Input material:
━━━━━━━━
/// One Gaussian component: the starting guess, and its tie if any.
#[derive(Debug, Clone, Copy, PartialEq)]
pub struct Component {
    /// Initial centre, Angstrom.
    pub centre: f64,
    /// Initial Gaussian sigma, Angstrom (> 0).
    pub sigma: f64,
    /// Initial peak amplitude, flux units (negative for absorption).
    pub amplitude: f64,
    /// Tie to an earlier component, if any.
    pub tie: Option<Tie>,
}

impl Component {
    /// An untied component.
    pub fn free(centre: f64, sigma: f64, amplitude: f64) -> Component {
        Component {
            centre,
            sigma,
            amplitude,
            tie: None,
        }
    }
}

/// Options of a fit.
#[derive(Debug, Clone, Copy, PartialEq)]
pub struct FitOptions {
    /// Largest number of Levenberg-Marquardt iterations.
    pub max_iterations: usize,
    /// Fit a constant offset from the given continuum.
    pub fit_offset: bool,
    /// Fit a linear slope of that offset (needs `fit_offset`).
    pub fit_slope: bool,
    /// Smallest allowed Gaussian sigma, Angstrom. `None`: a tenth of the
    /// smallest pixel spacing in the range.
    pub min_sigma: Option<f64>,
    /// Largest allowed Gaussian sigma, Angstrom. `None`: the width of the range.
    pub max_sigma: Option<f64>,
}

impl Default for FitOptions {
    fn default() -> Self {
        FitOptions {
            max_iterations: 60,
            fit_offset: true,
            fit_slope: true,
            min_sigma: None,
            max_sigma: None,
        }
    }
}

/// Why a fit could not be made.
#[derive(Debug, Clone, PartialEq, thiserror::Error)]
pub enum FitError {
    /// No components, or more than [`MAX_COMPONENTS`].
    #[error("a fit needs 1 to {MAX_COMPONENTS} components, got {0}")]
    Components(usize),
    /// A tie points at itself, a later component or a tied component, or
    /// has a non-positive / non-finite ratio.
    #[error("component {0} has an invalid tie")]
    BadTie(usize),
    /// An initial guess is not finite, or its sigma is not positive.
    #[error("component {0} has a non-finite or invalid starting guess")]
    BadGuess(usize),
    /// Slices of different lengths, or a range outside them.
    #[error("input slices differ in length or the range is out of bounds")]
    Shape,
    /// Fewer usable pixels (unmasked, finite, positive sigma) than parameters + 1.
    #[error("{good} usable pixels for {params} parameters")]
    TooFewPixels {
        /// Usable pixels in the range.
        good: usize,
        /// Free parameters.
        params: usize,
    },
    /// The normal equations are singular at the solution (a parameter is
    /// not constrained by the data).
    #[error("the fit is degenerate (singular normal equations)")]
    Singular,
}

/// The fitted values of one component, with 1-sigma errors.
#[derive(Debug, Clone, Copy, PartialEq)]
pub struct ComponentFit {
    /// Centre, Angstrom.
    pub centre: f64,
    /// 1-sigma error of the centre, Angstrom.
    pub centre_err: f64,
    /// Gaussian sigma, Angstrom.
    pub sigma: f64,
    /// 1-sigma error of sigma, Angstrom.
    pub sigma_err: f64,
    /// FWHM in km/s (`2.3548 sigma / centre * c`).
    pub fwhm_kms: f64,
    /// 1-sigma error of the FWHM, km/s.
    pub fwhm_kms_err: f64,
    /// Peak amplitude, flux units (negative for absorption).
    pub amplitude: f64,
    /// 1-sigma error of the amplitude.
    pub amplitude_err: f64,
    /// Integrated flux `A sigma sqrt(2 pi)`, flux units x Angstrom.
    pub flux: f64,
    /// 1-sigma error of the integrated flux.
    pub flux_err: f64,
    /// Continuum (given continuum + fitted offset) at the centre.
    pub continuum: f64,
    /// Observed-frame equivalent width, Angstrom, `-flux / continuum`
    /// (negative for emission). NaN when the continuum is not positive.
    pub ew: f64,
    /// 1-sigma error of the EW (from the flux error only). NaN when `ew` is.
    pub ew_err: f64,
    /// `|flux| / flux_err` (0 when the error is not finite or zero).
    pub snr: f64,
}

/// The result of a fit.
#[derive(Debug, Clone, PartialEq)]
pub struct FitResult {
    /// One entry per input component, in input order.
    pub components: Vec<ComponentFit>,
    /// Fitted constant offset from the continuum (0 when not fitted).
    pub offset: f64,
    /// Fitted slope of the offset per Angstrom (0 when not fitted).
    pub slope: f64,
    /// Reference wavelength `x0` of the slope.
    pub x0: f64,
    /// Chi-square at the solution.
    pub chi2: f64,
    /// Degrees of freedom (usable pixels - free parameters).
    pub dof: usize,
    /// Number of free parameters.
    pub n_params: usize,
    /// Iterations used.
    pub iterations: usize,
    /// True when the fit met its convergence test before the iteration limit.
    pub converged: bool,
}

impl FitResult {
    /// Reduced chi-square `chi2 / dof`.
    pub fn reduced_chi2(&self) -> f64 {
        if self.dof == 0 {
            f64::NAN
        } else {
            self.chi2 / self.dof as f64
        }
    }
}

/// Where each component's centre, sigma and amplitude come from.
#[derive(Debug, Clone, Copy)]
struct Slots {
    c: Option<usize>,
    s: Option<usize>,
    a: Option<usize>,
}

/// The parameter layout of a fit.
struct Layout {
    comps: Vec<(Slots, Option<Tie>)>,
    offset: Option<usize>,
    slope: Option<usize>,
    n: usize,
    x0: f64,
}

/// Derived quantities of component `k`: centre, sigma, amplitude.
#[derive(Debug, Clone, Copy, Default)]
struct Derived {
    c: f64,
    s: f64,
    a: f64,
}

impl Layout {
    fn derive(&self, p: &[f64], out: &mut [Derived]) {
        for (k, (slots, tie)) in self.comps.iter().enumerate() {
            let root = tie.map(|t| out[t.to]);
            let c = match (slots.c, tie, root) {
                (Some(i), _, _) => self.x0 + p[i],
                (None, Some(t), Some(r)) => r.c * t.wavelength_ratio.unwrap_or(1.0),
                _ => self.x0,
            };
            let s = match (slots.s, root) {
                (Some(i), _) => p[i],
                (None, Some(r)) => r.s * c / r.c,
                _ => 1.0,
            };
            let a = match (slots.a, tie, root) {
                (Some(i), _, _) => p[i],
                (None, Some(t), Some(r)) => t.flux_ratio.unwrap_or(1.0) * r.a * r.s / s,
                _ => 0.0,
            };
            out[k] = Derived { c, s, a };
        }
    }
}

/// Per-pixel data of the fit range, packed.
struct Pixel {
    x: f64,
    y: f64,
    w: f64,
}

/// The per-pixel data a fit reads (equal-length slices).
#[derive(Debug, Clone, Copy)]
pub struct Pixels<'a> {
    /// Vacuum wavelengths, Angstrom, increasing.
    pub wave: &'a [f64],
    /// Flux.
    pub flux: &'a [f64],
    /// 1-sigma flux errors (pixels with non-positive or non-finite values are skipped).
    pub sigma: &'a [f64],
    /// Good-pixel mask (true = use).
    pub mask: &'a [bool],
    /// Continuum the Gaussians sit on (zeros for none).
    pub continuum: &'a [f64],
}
━━━━━━━━
Action item: Every line of the listing is to be returned exactly as given.

Answer to this exercise:
/// One Gaussian component: the starting guess, and its tie if any.
#[derive(Debug, Clone, Copy, PartialEq)]
pub struct Component {
    /// Initial centre, Angstrom.
    pub centre: f64,
    /// Initial Gaussian sigma, Angstrom (> 0).
    pub sigma: f64,
    /// Initial peak amplitude, flux units (negative for absorption).
    pub amplitude: f64,
    /// Tie to an earlier component, if any.
    pub tie: Option<Tie>,
}

impl Component {
    /// An untied component.
    pub fn free(centre: f64, sigma: f64, amplitude: f64) -> Component {
        Component {
            centre,
            sigma,
            amplitude,
            tie: None,
        }
    }
}

/// Options of a fit.
#[derive(Debug, Clone, Copy, PartialEq)]
pub struct FitOptions {
    /// Largest number of Levenberg-Marquardt iterations.
    pub max_iterations: usize,
    /// Fit a constant offset from the given continuum.
    pub fit_offset: bool,
    /// Fit a linear slope of that offset (needs `fit_offset`).
    pub fit_slope: bool,
    /// Smallest allowed Gaussian sigma, Angstrom. `None`: a tenth of the
    /// smallest pixel spacing in the range.
    pub min_sigma: Option<f64>,
    /// Largest allowed Gaussian sigma, Angstrom. `None`: the width of the range.
    pub max_sigma: Option<f64>,
}

impl Default for FitOptions {
    fn default() -> Self {
        FitOptions {
            max_iterations: 60,
            fit_offset: true,
            fit_slope: true,
            min_sigma: None,
            max_sigma: None,
        }
    }
}

/// Why a fit could not be made.
#[derive(Debug, Clone, PartialEq, thiserror::Error)]
pub enum FitError {
    /// No components, or more than [`MAX_COMPONENTS`].
    #[error("a fit needs 1 to {MAX_COMPONENTS} components, got {0}")]
    Components(usize),
    /// A tie points at itself, a later component or a tied component, or
    /// has a non-positive / non-finite ratio.
    #[error("component {0} has an invalid tie")]
    BadTie(usize),
    /// An initial guess is not finite, or its sigma is not positive.
    #[error("component {0} has a non-finite or invalid starting guess")]
    BadGuess(usize),
    /// Slices of different lengths, or a range outside them.
    #[error("input slices differ in length or the range is out of bounds")]
    Shape,
    /// Fewer usable pixels (unmasked, finite, positive sigma) than parameters + 1.
    #[error("{good} usable pixels for {params} parameters")]
    TooFewPixels {
        /// Usable pixels in the range.
        good: usize,
        /// Free parameters.
        params: usize,
    },
    /// The normal equations are singular at the solution (a parameter is
    /// not constrained by the data).
    #[error("the fit is degenerate (singular normal equations)")]
    Singular,
}

/// The fitted values of one component, with 1-sigma errors.
#[derive(Debug, Clone, Copy, PartialEq)]
pub struct ComponentFit {
    /// Centre, Angstrom.
    pub centre: f64,
    /// 1-sigma error of the centre, Angstrom.
    pub centre_err: f64,
    /// Gaussian sigma, Angstrom.
    pub sigma: f64,
    /// 1-sigma error of sigma, Angstrom.
    pub sigma_err: f64,
    /// FWHM in km/s (`2.3548 sigma / centre * c`).
    pub fwhm_kms: f64,
    /// 1-sigma error of the FWHM, km/s.
    pub fwhm_kms_err: f64,
    /// Peak amplitude, flux units (negative for absorption).
    pub amplitude: f64,
    /// 1-sigma error of the amplitude.
    pub amplitude_err: f64,
    /// Integrated flux `A sigma sqrt(2 pi)`, flux units x Angstrom.
    pub flux: f64,
    /// 1-sigma error of the integrated flux.
    pub flux_err: f64,
    /// Continuum (given continuum + fitted offset) at the centre.
    pub continuum: f64,
    /// Observed-frame equivalent width, Angstrom, `-flux / continuum`
    /// (negative for emission). NaN when the continuum is not positive.
    pub ew: f64,
    /// 1-sigma error of the EW (from the flux error only). NaN when `ew` is.
    pub ew_err: f64,
    /// `|flux| / flux_err` (0 when the error is not finite or zero).
    pub snr: f64,
}

/// The result of a fit.
#[derive(Debug, Clone, PartialEq)]
pub struct FitResult {
    /// One entry per input component, in input order.
    pub components: Vec<ComponentFit>,
    /// Fitted constant offset from the continuum (0 when not fitted).
    pub offset: f64,
    /// Fitted slope of the offset per Angstrom (0 when not fitted).
    pub slope: f64,
    /// Reference wavelength `x0` of the slope.
    pub x0: f64,
    /// Chi-square at the solution.
    pub chi2: f64,
    /// Degrees of freedom (usable pixels - free parameters).
    pub dof: usize,
    /// Number of free parameters.
    pub n_params: usize,
    /// Iterations used.
    pub iterations: usize,
    /// True when the fit met its convergence test before the iteration limit.
    pub converged: bool,
}

impl FitResult {
    /// Reduced chi-square `chi2 / dof`.
    pub fn reduced_chi2(&self) -> f64 {
        if self.dof == 0 {
            f64::NAN
        } else {
            self.chi2 / self.dof as f64
        }
    }
}

/// Where each component's centre, sigma and amplitude come from.
#[derive(Debug, Clone, Copy)]
struct Slots {
    c: Option<usize>,
    s: Option<usize>,
    a: Option<usize>,
}

/// The parameter layout of a fit.
struct Layout {
    comps: Vec<(Slots, Option<Tie>)>,
    offset: Option<usize>,
    slope: Option<usize>,
    n: usize,
    x0: f64,
}

/// Derived quantities of component `k`: centre, sigma, amplitude.
#[derive(Debug, Clone, Copy, Default)]
struct Derived {
    c: f64,
    s: f64,
    a: f64,
}

impl Layout {
    fn derive(&self, p: &[f64], out: &mut [Derived]) {
        for (k, (slots, tie)) in self.comps.iter().enumerate() {
            let root = tie.map(|t| out[t.to]);
            let c = match (slots.c, tie, root) {
                (Some(i), _, _) => self.x0 + p[i],
                (None, Some(t), Some(r)) => r.c * t.wavelength_ratio.unwrap_or(1.0),
                _ => self.x0,
            };
            let s = match (slots.s, root) {
                (Some(i), _) => p[i],
                (None, Some(r)) => r.s * c / r.c,
                _ => 1.0,
            };
            let a = match (slots.a, tie, root) {
                (Some(i), _, _) => p[i],
                (None, Some(t), Some(r)) => t.flux_ratio.unwrap_or(1.0) * r.a * r.s / s,
                _ => 0.0,
            };
            out[k] = Derived { c, s, a };
        }
    }
}

/// Per-pixel data of the fit range, packed.
struct Pixel {
    x: f64,
    y: f64,
    w: f64,
}

/// The per-pixel data a fit reads (equal-length slices).
#[derive(Debug, Clone, Copy)]
pub struct Pixels<'a> {
    /// Vacuum wavelengths, Angstrom, increasing.
    pub wave: &'a [f64],
    /// Flux.
    pub flux: &'a [f64],
    /// 1-sigma flux errors (pixels with non-positive or non-finite values are skipped).
    pub sigma: &'a [f64],
    /// Good-pixel mask (true = use).
    pub mask: &'a [bool],
    /// Continuum the Gaussians sit on (zeros for none).
    pub continuum: &'a [f64],
}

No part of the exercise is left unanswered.